_Stored items_

=-=-=-=-=

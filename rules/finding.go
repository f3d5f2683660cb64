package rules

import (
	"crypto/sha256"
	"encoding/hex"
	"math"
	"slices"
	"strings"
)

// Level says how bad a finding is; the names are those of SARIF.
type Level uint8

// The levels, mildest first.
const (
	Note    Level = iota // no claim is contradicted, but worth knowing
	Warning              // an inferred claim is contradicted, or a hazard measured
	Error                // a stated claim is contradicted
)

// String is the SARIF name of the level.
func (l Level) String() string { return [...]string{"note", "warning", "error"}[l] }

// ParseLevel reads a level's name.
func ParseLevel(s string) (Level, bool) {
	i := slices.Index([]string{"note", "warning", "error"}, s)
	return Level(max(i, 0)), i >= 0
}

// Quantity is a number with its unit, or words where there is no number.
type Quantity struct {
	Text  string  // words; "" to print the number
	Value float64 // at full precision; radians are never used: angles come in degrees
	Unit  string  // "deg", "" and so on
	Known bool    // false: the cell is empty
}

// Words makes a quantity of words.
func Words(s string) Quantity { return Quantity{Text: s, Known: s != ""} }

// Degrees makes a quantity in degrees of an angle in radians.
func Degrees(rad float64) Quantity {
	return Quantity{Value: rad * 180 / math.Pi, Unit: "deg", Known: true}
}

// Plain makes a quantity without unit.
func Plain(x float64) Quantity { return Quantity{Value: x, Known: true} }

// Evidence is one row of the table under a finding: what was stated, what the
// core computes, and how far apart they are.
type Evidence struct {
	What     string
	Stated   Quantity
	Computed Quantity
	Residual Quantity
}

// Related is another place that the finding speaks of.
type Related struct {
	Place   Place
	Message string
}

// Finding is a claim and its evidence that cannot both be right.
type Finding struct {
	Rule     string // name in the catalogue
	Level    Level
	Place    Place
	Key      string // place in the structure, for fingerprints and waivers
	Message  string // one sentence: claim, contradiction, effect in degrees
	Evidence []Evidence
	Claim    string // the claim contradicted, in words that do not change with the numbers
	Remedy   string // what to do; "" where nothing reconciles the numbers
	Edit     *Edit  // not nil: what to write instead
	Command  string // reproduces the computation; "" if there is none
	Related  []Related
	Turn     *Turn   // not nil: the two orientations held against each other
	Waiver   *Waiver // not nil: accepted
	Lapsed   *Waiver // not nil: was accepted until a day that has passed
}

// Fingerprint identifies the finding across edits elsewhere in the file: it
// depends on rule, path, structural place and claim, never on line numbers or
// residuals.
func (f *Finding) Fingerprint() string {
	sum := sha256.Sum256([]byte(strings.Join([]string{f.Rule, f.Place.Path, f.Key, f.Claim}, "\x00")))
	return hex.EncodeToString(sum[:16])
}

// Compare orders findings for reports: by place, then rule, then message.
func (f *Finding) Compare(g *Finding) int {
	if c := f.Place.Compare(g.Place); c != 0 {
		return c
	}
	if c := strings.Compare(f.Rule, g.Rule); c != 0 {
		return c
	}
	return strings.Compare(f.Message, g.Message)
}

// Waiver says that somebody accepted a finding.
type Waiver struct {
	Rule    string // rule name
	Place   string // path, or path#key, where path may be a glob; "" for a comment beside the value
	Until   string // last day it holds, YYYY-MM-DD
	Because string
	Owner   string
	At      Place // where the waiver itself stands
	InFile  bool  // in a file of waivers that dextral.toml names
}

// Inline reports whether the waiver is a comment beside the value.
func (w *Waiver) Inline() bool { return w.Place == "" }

=-=-=-=-=

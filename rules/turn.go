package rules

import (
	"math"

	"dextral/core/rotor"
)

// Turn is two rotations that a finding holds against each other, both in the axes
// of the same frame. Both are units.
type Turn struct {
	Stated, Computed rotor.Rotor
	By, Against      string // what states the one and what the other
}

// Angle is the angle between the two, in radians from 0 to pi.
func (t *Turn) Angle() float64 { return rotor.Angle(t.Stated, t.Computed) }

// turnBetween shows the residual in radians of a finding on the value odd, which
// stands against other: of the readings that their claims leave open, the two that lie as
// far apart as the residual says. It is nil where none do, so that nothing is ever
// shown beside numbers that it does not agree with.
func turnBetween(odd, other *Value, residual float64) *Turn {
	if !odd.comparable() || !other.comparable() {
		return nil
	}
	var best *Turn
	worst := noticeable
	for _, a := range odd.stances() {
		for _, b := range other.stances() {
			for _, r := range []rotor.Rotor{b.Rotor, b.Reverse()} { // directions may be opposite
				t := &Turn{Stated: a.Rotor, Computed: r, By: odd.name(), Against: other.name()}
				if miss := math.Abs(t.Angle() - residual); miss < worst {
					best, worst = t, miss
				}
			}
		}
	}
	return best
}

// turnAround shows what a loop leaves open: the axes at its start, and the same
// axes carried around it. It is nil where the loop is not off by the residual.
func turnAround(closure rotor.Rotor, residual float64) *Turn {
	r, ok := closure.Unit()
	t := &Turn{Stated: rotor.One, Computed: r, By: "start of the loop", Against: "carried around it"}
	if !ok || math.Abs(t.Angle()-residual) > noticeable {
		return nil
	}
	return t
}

=-=-=-=-=

_EXERCISE INSTRUCTIONS_
Read through the lines above and collect those that contain the string "numbers".

_RESPONSE BOX_
	Claim    string // the claim contradicted, in words that do not change with the numbers
	Remedy   string // what to do; "" where nothing reconciles the numbers
// depends on rule, path, structural place and claim, never on line numbers or
// shown beside numbers that it does not agree with.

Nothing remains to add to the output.